Presto is an open-source distributed SQL query engine. It is used to run interactive analytic queries.
Basic features
- Supports American National Standards Institute (ANSI) SQL.
- Supports various data sources:
- Hive
- Cassandra
- Kafka
- MongoDB
- MySQL
- PostgreSQL
- SQL Server
- Redis
- Redshift
- Local files
- Supports advanced data structures:
- Array and map data
- JSON data
- GIS data
- Color data
- Delivers strong scalability:
- Data connector expansion
- Customization of data types
- Customization of SQL functions
You can expand modules based on your business requirements to improve the processing efficiency of your business.
- Uses a pipeline model to process data and return data in real time.
- Provides a monitoring interface:
- Provides a web UI, on which you can view the execution processes of queries.

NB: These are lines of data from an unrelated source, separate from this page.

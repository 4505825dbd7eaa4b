import { cleanup } from '@testing-library/react';
import { afterEach } from 'vitest';
import { installHumanMessages } from '../../shared/schemas/human-messages';

// As in the app: schema checks without their own message speak in words, not the library's wording.
installHumanMessages();

// Testing Library unmounts after each test only when the runner exposes globals; Vitest does not by default.
afterEach(() => cleanup());
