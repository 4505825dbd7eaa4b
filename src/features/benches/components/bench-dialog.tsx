import { useId, useState, type FormEvent } from 'react';
import { z } from 'zod';
import { Button } from '../../../components/ui/button';
import { Checkbox } from '../../../components/ui/checkbox';
import { Dialog } from '../../../components/ui/dialog';
import { FormErrorSummary } from '../../../components/ui/form-error-summary';
import { Select } from '../../../components/ui/select';
import { TextField } from '../../../components/ui/text-field';
import { useZodForm } from '../../../lib/use-zod-form';
import { createBenchRequestSchema, type Bench } from '../../../../shared/schemas/benches';
import { useCreateBench, useUpdateBench } from '../api/save-bench';
import { TextArea } from '../../../components/ui/text-area';

/** The form's text values, read into the same request the server validates (the profile picker sends an id). */
const benchFormSchema = z
  .object({ name: z.string(), location: z.string(), benchProfileId: z.string(), notes: z.string() })
  .transform((values, ctx) => {
    const parsed = createBenchRequestSchema.safeParse({
      ...values,
      benchProfileId: values.benchProfileId ? Number(values.benchProfileId) : null,
    });
    if (!parsed.success) {
      for (const issue of parsed.error.issues)
        ctx.addIssue({ code: 'custom', path: issue.path, message: issue.message });
      return z.NEVER;
    }
    return parsed.data;
  });

/** A bench profile a bench can be built to (archived ones are left out of the picker). */
export interface BenchProfileOption {
  id: number;
  name: string;
}

export interface BenchDialogProps {
  open: boolean;
  /** Null adds a bench. */
  bench: Bench | null;
  profiles: readonly BenchProfileOption[];
  onClose: () => void;
  onSaved: (bench: Bench, created: boolean) => void;
}

export function BenchDialog({ open, bench, profiles, onClose, onSaved }: BenchDialogProps) {
  return (
    <Dialog
      open={open}
      onClose={onClose}
      title={bench ? `Edit ${bench.name}` : 'Add a bench'}
      description={bench ? undefined : 'A physical test system with its own booking calendar.'}
    >
      {/* Keyed, so each bench (or a new one) starts from its own values. */}
      <BenchForm key={bench?.id ?? 'new'} bench={bench} profiles={profiles} onClose={onClose} onSaved={onSaved} />
    </Dialog>
  );
}

function BenchForm({ bench, profiles, onClose, onSaved }: Omit<BenchDialogProps, 'open'>) {
  const formId = useId();
  const create = useCreateBench();
  const update = useUpdateBench();
  const [active, setActive] = useState(bench?.active ?? true);
  const form = useZodForm({
    schema: benchFormSchema,
    initialValues: {
      name: bench?.name ?? '',
      location: bench?.location ?? '',
      benchProfileId: bench?.benchProfile ? String(bench.benchProfile.id) : '',
      notes: bench?.notes ?? '',
    },
    labels: { name: 'Name', location: 'Location', benchProfileId: 'Built to profile', notes: 'Notes' },
  });
  const profileOptions = profiles.map((profile) => ({ value: String(profile.id), label: profile.name }));
  if (bench?.benchProfile && !profiles.some((profile) => profile.id === bench.benchProfile?.id)) {
    profileOptions.push({ value: String(bench.benchProfile.id), label: `${bench.benchProfile.name} (archived)` });
  }

  const submit = (event: FormEvent) => {
    event.preventDefault();
    const input = form.validate();
    if (!input) return;
    if (bench) {
      update.mutate(
        { id: bench.id, changes: { ...input, active } },
        { onSuccess: (saved) => onSaved(saved, false), onError: (error) => form.fail(error) },
      );
    } else {
      create.mutate(input, {
        onSuccess: (saved) => {
          form.reset();
          onSaved(saved, true);
        },
        onError: (error) => form.fail(error),
      });
    }
  };

  return (
    <form id={formId} noValidate onSubmit={submit} className="space-y-4">
      <FormErrorSummary {...form.problems(bench ? 'The changes were not saved' : 'The bench was not added')} />
      <TextField {...form.field('name')} autoComplete="off" description="How testers know it, e.g. “Bench 2”." />
      <TextField {...form.field('location')} optional autoComplete="off" description="Room or corner of the lab." />
      <Select
        {...form.field('benchProfileId')}
        optional
        placeholder="None"
        options={profileOptions}
        description="The test system description this bench is set up to."
      />
      <TextArea
        {...form.field('notes')}
        onChange={(event) => form.setValue('notes', event.target.value)}
        optional
        rows={3}
        description="Quirks, missing parts, who to ask."
      />
      {bench && (
        <Checkbox
          label="In service"
          description="A bench out of service takes no new bookings; existing bookings stay."
          checked={active}
          onChange={(event) => setActive(event.target.checked)}
        />
      )}
      <div className="flex flex-wrap justify-end gap-2 border-t border-rule pt-3">
        <Button onClick={onClose}>Cancel</Button>
        <Button type="submit" variant="primary" pending={create.isPending || update.isPending}>
          {bench ? 'Save changes' : 'Add bench'}
        </Button>
      </div>
    </form>
  );
}
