import { render, screen } from '@testing-library/react';
import { describe, expect, it } from 'vitest';
import { FormErrorSummary } from '../../src/components/ui/form-error-summary';

describe('FormErrorSummary', () => {
  it('when a submit fails, then every field problem is listed and the summary takes focus', () => {
    render(
      <FormErrorSummary
        attempt={1}
        items={[
          { fieldId: 'title', label: 'Title', message: 'Give the roundup a title.' },
          { fieldId: 'region', label: 'Region', message: 'Choose a region.' },
        ]}
      />,
    );
    const summary = screen.getByRole('alert');
    expect(summary).toBe(document.activeElement);
    expect(summary.textContent).toContain('Give the roundup a title.');
    expect(summary.textContent).toContain('Choose a region.');
  });

  it('when nothing is wrong, then nothing is shown', () => {
    const { container } = render(<FormErrorSummary items={[]} />);
    expect(container.innerHTML).toBe('');
  });
});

- Supports Java Management Extensions (JMX) protocols.
Scenarios
- Extract, transform, load (ETL)
- Ad hoc queries
- Analysis of large volumes of structured or semi-structured data
- Aggregation of large volumes of multidimensional data, and report analysis
Benefits
- You can quickly deploy a Presto cluster with hundreds of nodes.

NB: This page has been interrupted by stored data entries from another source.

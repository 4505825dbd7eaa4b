import { useMemo } from 'react';
import { Link } from 'react-router';
import { paths } from '../../../lib/paths';
import { Badge } from '../../../components/ui/badge';
import { DataTable, type DataTableColumns } from '../../../components/ui/data-table';
import { buttonColumn, textColumn } from '../../../components/ui/data-table-columns';
import type { Bench, Booking } from '../../../../shared/schemas/benches';
import { formatDayAndTime } from '../../../lib/format-time';

export interface BenchesTableProps {
  benches: readonly Bench[];
  /** This week's bookings, to show each bench's next slot. */
  bookings: readonly Booking[];
  /** Editors edit benches and take them out of service. */
  onEdit?: (bench: Bench) => void;
  /** The moment "next" is measured from (passed in, so rendering stays pure). */
  now: number;
}

export function BenchesTable({ benches, bookings, onEdit, now }: BenchesTableProps) {
  const columns = useMemo<DataTableColumns<Bench>>(() => {
    const nextBooking = (bench: Bench) =>
      bookings.find((booking) => booking.bench.id === bench.id && Date.parse(booking.endsAt) > now) ?? null;
    return [
      textColumn('name', 'Bench', (bench) => bench.name, {
        rowHeader: true,
        cell: (bench) => (
          <Link to={paths.bench(bench.id)} className="whitespace-nowrap text-copper underline-offset-2 hover:underline">
            {bench.name}
          </Link>
        ),
      }),
      textColumn('status', 'Status', (bench) => (bench.active ? 'In service' : 'Out of service'), {
        cell: (bench) =>
          bench.active ? <Badge tone="positive">In service</Badge> : <Badge tone="muted">Out of service</Badge>,
      }),
      textColumn('location', 'Location', (bench) => bench.location, {
        cell: (bench) => bench.location ?? <span className="text-muted">—</span>,
      }),
      textColumn('profile', 'Built to profile', (bench) => bench.benchProfile?.name ?? null, {
        hideBelow: 'md',
        cell: (bench) => bench.benchProfile?.name ?? <span className="text-muted">None</span>,
      }),
      {
        id: 'next',
        header: 'Next booking this week',
        numeric: true,
        sortValue: (bench) => {
          const next = nextBooking(bench);
          return next ? Date.parse(next.startsAt) : null;
        },
        cell: (bench) => {
          const next = nextBooking(bench);
          if (!next) return <span className="text-muted">Free</span>;
          return formatDayAndTime(next.startsAt);
        },
      },
      {
        id: 'notes',
        header: 'Notes',
        hideBelow: 'lg',
        filterValue: (bench) => bench.notes ?? '',
        cell: (bench) => (
          <span className="text-[0.8125rem]">{bench.notes ?? <span className="text-muted">—</span>}</span>
        ),
      },
      onEdit && buttonColumn({ label: 'Edit', name: (bench) => `Edit ${bench.name}`, onClick: onEdit }),
    ];
  }, [bookings, onEdit, now]);

  return (
    <DataTable
      caption="Benches"
      rows={benches}
      columns={columns}
      initialSort="name"
      rowClassName={(bench) => (bench.active ? undefined : 'text-muted')}
    />
  );
}
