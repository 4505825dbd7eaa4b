import { screen, waitFor } from '@testing-library/react';
import userEvent from '@testing-library/user-event';
import { afterEach, describe, expect, it, vi } from 'vitest';
import { csvFile, firstOrderSoakCsv } from './support/log-check-server';
import { renderLogCheckPage } from './support/render-log-check';

afterEach(() => vi.unstubAllGlobals());

describe('the log check page', () => {
  it('after pressing Analyse, the result scrolls into view with focus on its heading', async () => {
    const scrolled: Element[] = [];
    // The DOM implementation has no layout; record the call at that boundary.
    vi.spyOn(Element.prototype, 'scrollIntoView').mockImplementation(function (this: Element) {
      scrolled.push(this);
    });
    const user = userEvent.setup();
    renderLogCheckPage();

    await user.upload(screen.getByLabelText('Logger file'), csvFile('soak.csv', firstOrderSoakCsv()));
    await screen.findByText('Guessed from the header names — check it');
    expect(screen.queryByRole('heading', { name: 'Result' })).toBeNull();

    await user.click(screen.getByRole('button', { name: 'Analyse' }));
    const heading = await screen.findByRole('heading', { name: 'Result' });
    await waitFor(() => expect(document.activeElement).toBe(heading));
    expect(scrolled).toContain(heading);
  });
});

- EMR Presto supports auto scaling. You can easily scale out a Presto cluster.
- EMR Presto can process data stored in OSS buckets.
- EMR Presto is O&M free and offers 24/7 service.
References
The Presto version depends on the EMR version that you select when you create a cluster. For the mapping between EMR versions and Presto versions, see Version overview.
- If the Presto version is 3XX, visit prestosql.io/docs/3XX/.
For example, visit prestosql.io/docs/331/ to view Presto 331 Documentation.
- If the Presto version is 0.2XX, visit prestodb.io/docs/0.2XX/.
For example, visit prestodb.io/docs/0.228/ to view Presto 0.228 Documentation.